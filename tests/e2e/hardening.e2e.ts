import { afterAll, beforeAll, describe, expect, it } from "vitest";
import { createHash, randomBytes } from "node:crypto";
import type { Browser, BrowserContext } from "playwright-core";
import { BASE_URL, launch, open } from "./browser";
import { demoUser, signIn } from "./auth";
import { db } from "@/lib/db/knex";

/**
 * HTTP-level answers of the production server: statuses decided before a page streams, cross-origin posts, and
 * "Sign out everywhere" in the account menu. Plain fetch with redirect: "manual", so the first status is what is seen.
 */
describe("hardening: statuses before streaming, cross-origin posts, sessions", () => {
  let browser: Browser;
  let designer: BrowserContext;
  let designerCookie = "";
  let ownScenario = "";
  let otherTeamScenario = "";
  const tokens = { active: "", revoked: "", expired: "" };

  async function cookieHeader(ctx: BrowserContext): Promise<string> {
    return (await ctx.cookies(BASE_URL)).map((c) => `${c.name}=${c.value}`).join("; ");
  }

  beforeAll(async () => {
    browser = await launch();
    designer = await browser.newContext();
    await signIn(await designer.newPage(), "designer");
    designerCookie = await cookieHeader(designer);
    const me = await db()("users").where({ email: demoUser("designer").email }).first("id", "current_team_id");
    ownScenario = (await db()("scenarios").where({ team_id: me.current_team_id }).whereNull("deleted_at").whereNotNull("current_revision_id").first("id", "current_revision_id")).id;
    const revision = (await db()("scenarios").where({ id: ownScenario }).first("current_revision_id")).current_revision_id;
    const tag = randomBytes(4).toString("hex");
    const [team] = await db()("teams").insert({ name: `Elsewhere ${tag}` }).returning("id");
    const [owner] = await db()("users").insert({ email: `owner.${tag}@elsewhere.test`, name: "Owner elsewhere", password_hash: "x", current_team_id: team.id }).returning("id");
    await db()("memberships").insert({ team_id: team.id, user_id: owner.id, role: "lead" });
    const [s] = await db()("scenarios").insert({ team_id: team.id, owner_id: owner.id, title: `Not yours ${tag}`, template: "sink-npn" }).returning("id");
    otherTeamScenario = s.id;
    const hash = (t: string) => createHash("sha256").update(t, "utf8").digest("hex");
    for (const k of ["active", "revoked", "expired"] as const) {
      tokens[k] = randomBytes(32).toString("base64url");
      await db()("share_links").insert({
        scenario_id: ownScenario,
        revision_id: revision,
        token_hash: hash(tokens[k]),
        expires_at: new Date(Date.now() + (k === "expired" ? -1 : 1) * 86400_000),
        revoked_at: k === "revoked" ? new Date() : null,
      });
    }
  });

  afterAll(async () => {
    await browser?.close();
    await db().destroy();
  });

  const get = (path: string, cookie?: string) => fetch(`${BASE_URL}${path}`, { redirect: "manual", headers: cookie ? { cookie } : {} });

  it("anonymous visits to a scenario's pages redirect to sign-in (no 200 with the sign-in streamed inside)", async () => {
    for (const sub of ["", "/history", "/review", "/traces"]) {
      const r = await get(`/scenarios/${ownScenario}${sub}`);
      expect(r.status, sub || "workbench").toBe(307);
      expect(new URL(r.headers.get("location")!, BASE_URL).pathname).toBe("/sign-in");
    }
  });

  it("another team's scenario pages answer 404; one's own answer 200", async () => {
    for (const sub of ["", "/history", "/review", "/traces"]) {
      expect((await get(`/scenarios/${otherTeamScenario}${sub}`, designerCookie)).status, sub || "workbench").toBe(404);
      expect((await get(`/scenarios/${ownScenario}${sub}`, designerCookie)).status, sub || "workbench").toBe(200);
    }
    expect((await get("/scenarios/not-an-id/history", designerCookie)).status).toBe(404);
    // A deleted scenario of one's own team: its history still opens (to restore it), its workbench does not.
    const me = await db()("users").where({ email: demoUser("designer").email }).first("id", "current_team_id");
    const [gone] = await db()("scenarios").insert({ team_id: me.current_team_id, owner_id: me.id, title: "Deleted one", template: "sink-npn", deleted_at: new Date() }).returning("id");
    expect((await get(`/scenarios/${gone.id}`, designerCookie)).status).toBe(404);
    expect((await get(`/scenarios/${gone.id}/history`, designerCookie)).status).toBe(200);
  });

  it("unknown, revoked and expired public links answer 404; an active one 200", async () => {
    expect((await get(`/share/p/${tokens.active}`)).status).toBe(200);
    for (const t of ["no-such-token", tokens.revoked, tokens.expired]) expect((await get(`/share/p/${t}`)).status).toBe(404);
  });

  it("a cross-origin server-action call and a cross-origin sign-in form post answer 403 with a plain message", async () => {
    const action = await fetch(`${BASE_URL}/sign-in`, {
      method: "POST",
      redirect: "manual",
      headers: { origin: "http://evil.example", "next-action": "0".repeat(42), "content-type": "text/plain;charset=UTF-8" },
      body: "[]",
    });
    expect(action.status).toBe(403);
    expect(await action.text()).toMatch(/^Cross-origin request refused/);
    const fd = new FormData();
    fd.set("email", demoUser("viewer").email);
    fd.set("password", "wrong");
    const formPost = await fetch(`${BASE_URL}/sign-in`, { method: "POST", redirect: "manual", headers: { origin: "https://evil.example" }, body: fd });
    expect(formPost.status).toBe(403);
    expect(formPost.headers.get("content-type")).toMatch(/^text\/plain/);
  });

  it("a save that meets a database outage keeps the unsaved edits and offers to try again", async () => {
    // A scenario of the designer's own (a copy of a demo revision), so no other test's revisions move.
    const me = await db()("users").where({ email: demoUser("designer").email }).first("id", "current_team_id");
    const src = await db()("revisions").where({ scenario_id: ownScenario }).orderBy("number", "desc").first("body");
    const [s] = await db()("scenarios").insert({ team_id: me.current_team_id, owner_id: me.id, title: "Outage save target", template: "sink-npn" }).returning("id");
    const [r] = await db()("revisions").insert({ scenario_id: s.id, number: 1, author_id: me.id, note: "start", body: JSON.stringify(src.body) }).returning("id");
    await db()("scenarios").where({ id: s.id }).update({ current_revision_id: r.id });

    const page = await designer.newPage();
    await open(page, `/scenarios/${s.id}`);
    const field = page.locator("#field-parts-compCapacitor");
    await field.waitFor();
    const next = (await field.inputValue()) === "2.2n" ? "3.3n" : "2.2n";
    await field.fill(next);
    await field.press("Enter");
    await expect.poll(() => page.getByTestId("dirty-indicator").textContent(), { timeout: 10_000 }).toContain("Unsaved changes");

    // What the proxy answers while PostgreSQL is down: 503 with Retry-After, for the server action's POST.
    await page.route(`**/scenarios/${s.id}`, (route) =>
      route.request().method() === "POST"
        ? route.fulfill({ status: 503, headers: { "retry-after": "5", "content-type": "text/html" }, body: "The database is unavailable, try again." })
        : route.continue(),
    );
    await page.getByTestId("save-open").click();
    await page.getByTestId("save-note").fill("during the outage");
    await page.getByTestId("save-submit").click();
    await page.getByTestId("save-retry").waitFor({ timeout: 15_000 });
    expect(await page.getByTestId("save-message").textContent()).toMatch(/edits are kept/);
    expect(await page.getByTestId("dirty-indicator").textContent()).toContain("Unsaved changes");
    expect(await field.inputValue()).toBe(next);
    expect(await db()("revisions").where({ scenario_id: s.id }).count<{ n: string }[]>({ n: "*" })).toEqual([{ n: "1" }]);

    // The database is back: the same save goes through.
    await page.unroute(`**/scenarios/${s.id}`);
    await page.getByTestId("save-retry").click();
    await page.getByText("Saved as revision 2").waitFor({ timeout: 15_000 });
    const saved = await db()("revisions").where({ scenario_id: s.id, number: 2 }).first("note");
    expect(saved).toEqual({ note: "during the outage" });
    await page.close();
  });

  it("a client-sent X-Forwarded-For does not dodge the per-address sign-in limit (the socket's address counts)", async () => {
    // 20 failures already counted against this machine's socket address (127.0.0.1, where the test server listens).
    const account = `nobody.${randomBytes(3).toString("hex")}@elsewhere.test`;
    const rows = Array.from({ length: 20 }, () => ({ account, client_address: "127.0.0.1", succeeded: false }));
    const ids = (await db()("sign_in_attempts").insert(rows).returning("id")).map((r: { id: string }) => r.id);
    const forged = `10.${randomBytes(3).join(".")}`; // a fresh address each run, as a rotating client would send
    const ctx = await browser.newContext({ extraHTTPHeaders: { "x-forwarded-for": forged } });
    try {
      const page = await ctx.newPage();
      await open(page, "/sign-in?next=/scenarios");
      await page.getByLabel("E-mail").fill(demoUser("viewer").email);
      await page.getByLabel("Password").fill(demoUser("viewer").password);
      await page.getByRole("button", { name: "Sign in" }).click();
      await page.getByText("Too many failed sign-ins").waitFor({ timeout: 15_000 });
      expect(new URL(page.url()).pathname).toBe("/sign-in");
      expect(await db()("sign_in_attempts").where({ client_address: forged }).count<{ n: string }[]>({ n: "*" })).toEqual([{ n: "0" }]);
    } finally {
      await ctx.close();
      // Later suites sign in from this address too.
      await db()("sign_in_attempts").whereIn("id", ids).delete();
      await db()("sign_in_attempts").where({ client_address: "127.0.0.1", succeeded: false }).delete();
    }
  });

  it("Sign out ends the session on the server; Sign out everywhere (account menu) ends the user's other sessions", async () => {
    const members = (cookie: string) => fetch(`${BASE_URL}/api/team/members`, { headers: { cookie } }).then((r) => r.status);
    const laptop = await browser.newContext();
    const phone = await browser.newContext();
    const third = await browser.newContext();
    try {
      const laptopPage = await laptop.newPage();
      await signIn(laptopPage, "viewer");
      await signIn(await phone.newPage(), "viewer");
      const thirdPage = await third.newPage();
      await signIn(thirdPage, "viewer");
      const [laptopCookie, phoneCookie, thirdCookie] = [await cookieHeader(laptop), await cookieHeader(phone), await cookieHeader(third)];
      expect([await members(laptopCookie), await members(phoneCookie), await members(thirdCookie)]).toEqual([200, 200, 200]);

      // Plain sign-out from the top bar: a copy of that browser's cookie stops working, the others go on.
      await open(thirdPage, "/scenarios");
      await thirdPage.getByRole("button", { name: "Sign out", exact: true }).click();
      await thirdPage.waitForURL((u) => u.pathname === "/sign-in");
      expect([await members(thirdCookie), await members(phoneCookie)]).toEqual([401, 200]);

      await open(laptopPage, "/scenarios");
      await laptopPage.getByRole("button", { name: "Sign out everywhere" }).click();
      await laptopPage.waitForURL((u) => u.pathname === "/sign-in");
      expect([await members(laptopCookie), await members(phoneCookie), await members(designerCookie)]).toEqual([401, 401, 200]);
    } finally {
      await Promise.all([laptop.close(), phone.close(), third.close()]);
    }
  });
});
_ _ _ _
Work item:
Exactly the lines from the one holding "await laptopPage.waitForURL((u) =>" to the final line of the listing, both included, must make up the answer.

Answer section:
      await laptopPage.waitForURL((u) => u.pathname === "/sign-in");
      expect([await members(laptopCookie), await members(phoneCookie), await members(designerCookie)]).toEqual([401, 401, 200]);
    } finally {
      await Promise.all([laptop.close(), phone.close(), third.close()]);
    }
  });
});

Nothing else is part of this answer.